■ INSTRUCTIONS TO FOLLOW ■
Your answer must consist of exactly the lines below, starting with the line with "border-bottom: 2px solid var(--accent);" and going on through the line with "margin: 12px 0", and nothing else.

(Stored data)
=== Begin Enclosure ===

"""A synthesis run as one self-contained HTML page: tables, inline SVG pictures, cautions.

The page loads nothing from anywhere: the style sheet is inline, the pictures
are inline ``<svg>`` elements, and there is no script. It opens offline in any
browser and can be sent as one file.
"""

from __future__ import annotations

import html
import re
from collections.abc import Mapping

from ..cautions import CAUTION_LINES
from ..evaluation.figures import Figures
from ..units import format_si
from .bom import bom_lines, bom_totals, rail_part_values
from .pareto_plot import pick_marks
from .pictures import design_key, number_width, picked
from .plots import PICK_STYLE, rail_colour

CSS = """
:root { --ink: #27333b; --muted: #6e6a64; --rule: #e3ded5; --paper: #fcfaf5;
        --accent: #12707a; --warn: #b8611a; }
* { box-sizing: border-box; }
body { margin: 0; color: var(--ink); background: #f3f0ea;
       font: 15px/1.5 "DejaVu Sans", "Segoe UI", Helvetica, Arial, sans-serif; }
main { max-width: 1180px; margin: 0 auto; padding: 24px 28px 48px; background: white; }
h1 { font-size: 1.6em; margin: 0 0 4px; }
h2 { font-size: 1.25em; margin: 36px 0 10px; padding-bottom: 4px;
     border-bottom: 2px solid var(--accent); }
h3 { font-size: 1.05em; margin: 22px 0 8px; }
p.meta, p.note, figcaption { color: var(--muted); font-size: 0.9em; }
.caution { border-left: 6px solid var(--warn); background: #fdf3e7; padding: 10px 16px;
           margin: 18px 0; }
.caution strong { color: var(--warn); }
.caution ul { margin: 6px 0; padding-left: 20px; }
nav a { margin-right: 14px; color: var(--accent); }
table { border-collapse: collapse; margin: 8px 0 14px; font-size: 0.88em; }
th, td { padding: 4px 9px; border-bottom: 1px solid var(--rule); text-align: left;
         vertical-align: top; }
th { background: var(--paper); border-bottom: 2px solid #cfc8bc; }
td.n, th.n { text-align: right; font-variant-numeric: tabular-nums; white-space: nowrap; }
tr.total td { font-weight: bold; border-top: 2px solid #cfc8bc; }
tr.pick td { background: #f6f2ea; }
.wide { overflow-x: auto; }
figure { margin: 12px 0 22px; }
figure svg { width: 100%; max-width: 900px; height: auto; display: block; }
figure.wide svg { max-width: none; }
td.k { white-space: nowrap; }
.swatch { display: inline-block; width: 0.8em; height: 0.8em; border-radius: 2px;
          margin-right: 5px; vertical-align: -1px; }
.tag { display: inline-block; padding: 0 6px; border-radius: 3px; color: white;
       font-size: 0.85em; margin-right: 4px; }
@media print { body { background: white; } main { max-width: none; } }
"""


class _Raw(str):
    """A table cell that is markup already (not escaped)."""


def _e(text) -> str:
    return text if isinstance(text, _Raw) else html.escape(str(text), quote=True)


def _table(headers, rows, numeric=(), row_class=None, keep=()) -> str:
    """An HTML table; ``numeric``: indices of right-aligned columns, ``keep``: of columns
    not to wrap; cells are escaped."""
    head = "".join(f'<th class="n">{_e(h)}</th>' if j in numeric else f"<th>{_e(h)}</th>"
                   for j, h in enumerate(headers))
    body = []
    for k, row in enumerate(rows):
        cls = row_class(k) if row_class else ""
        cells = "".join(f'<td class="n">{_e(c)}</td>' if j in numeric else
                        f'<td class="k">{_e(c)}</td>' if j in keep else f"<td>{_e(c)}</td>"
                        for j, c in enumerate(row))
        body.append(f'<tr class="{cls}">{cells}</tr>' if cls else f"<tr>{cells}</tr>")
    return (f'<div class="wide"><table><thead><tr>{head}</tr></thead>'
            f'<tbody>{"".join(body)}</tbody></table></div>')


def _tag(name: str) -> str:
    colour = PICK_STYLE.get(name, ("o", "#27333b"))[1]
    return f'<span class="tag" style="background:{colour}">{_e(name)}</span>'


def _figure(svgs: Mapping[str, str], key: str, caption: str, wide: bool = False) -> str:
    if key not in svgs:
        return ""
    cls = ' class="wide"' if wide else ""
    return (f'<figure id="fig-{_e(key)}"{cls}>{svgs[key]}'
            f"<figcaption>{_e(caption)}</figcaption></figure>")


def _rail_cells(c) -> list[str]:
    """Per rail: its link's value, its capacitor and its DC, as "110 Ω · 220 µF · 365 V"
    (each value unbroken, so that a narrow cell breaks only between values)."""
    out = []
    for i, r in enumerate(c.design.rails):
        bits = [*rail_part_values(r), format_si(c.full["dc_v"][i], "V", 4)]
        out.append(" · ".join(b.replace(" ", "\u00a0") for b in bits))
    return out


def _source(c, sep: str = " / ") -> str:
    d = c.design
    return f"{d.transformer.part or '—'}{sep}{d.rectifier.part or d.rectifier.kind}"


def _peak(c) -> str:
    p = c.objectives["peak"]
    return f"{100 * p:.0f} %" if c.design.rectifier.max_peak_current_a else format_si(p, "A")


def _objective_cells(c, cur: str) -> list[str]:
    return [f"{c.objectives['hum_db']:+.1f} dB", _margin(c),
            f"{c.objectives['regulation_pct']:.1f} %", _peak(c), f"{c.cost:.2f} {cur}".strip()]


#: headers of :func:`_objective_cells`
OBJECTIVE_HEADS = ["hum, all rails", "worst-rail margin", "sag idle→full", "peak", "cost"]


HUM_NOTE = (
    '<p class="note">Hum, all rails: every rail\'s rms ripple over its allowance, squared '
    "and added, in dB: 10·log<sub>10</sub> Σ (ripple<sub>i</sub> / allowed<sub>i</sub>)"
    "<sup>2</sup>. Quieter filtering of any rail lowers it; 0 dB is one rail exactly at its "
    "allowance and the others silent, and every rail at its allowance gives 10·log<sub>10"
    "</sub> N for N rails. Each rail must still meet its own allowance; the worst-rail margin "
    "is how far the noisiest rail (against its allowance) stays below it.</p>")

=== End Enclosure ===

■ THE COMPLETED TASK ■
     border-bottom: 2px solid var(--accent); }
h3 { font-size: 1.05em; margin: 22px 0 8px; }
p.meta, p.note, figcaption { color: var(--muted); font-size: 0.9em; }
.caution { border-left: 6px solid var(--warn); background: #fdf3e7; padding: 10px 16px;
           margin: 18px 0; }
.caution strong { color: var(--warn); }
.caution ul { margin: 6px 0; padding-left: 20px; }
nav a { margin-right: 14px; color: var(--accent); }
table { border-collapse: collapse; margin: 8px 0 14px; font-size: 0.88em; }
th, td { padding: 4px 9px; border-bottom: 1px solid var(--rule); text-align: left;
         vertical-align: top; }
th { background: var(--paper); border-bottom: 2px solid #cfc8bc; }
td.n, th.n { text-align: right; font-variant-numeric: tabular-nums; white-space: nowrap; }
tr.total td { font-weight: bold; border-top: 2px solid #cfc8bc; }
tr.pick td { background: #f6f2ea; }
.wide { overflow-x: auto; }
figure { margin: 12px 0 22px; }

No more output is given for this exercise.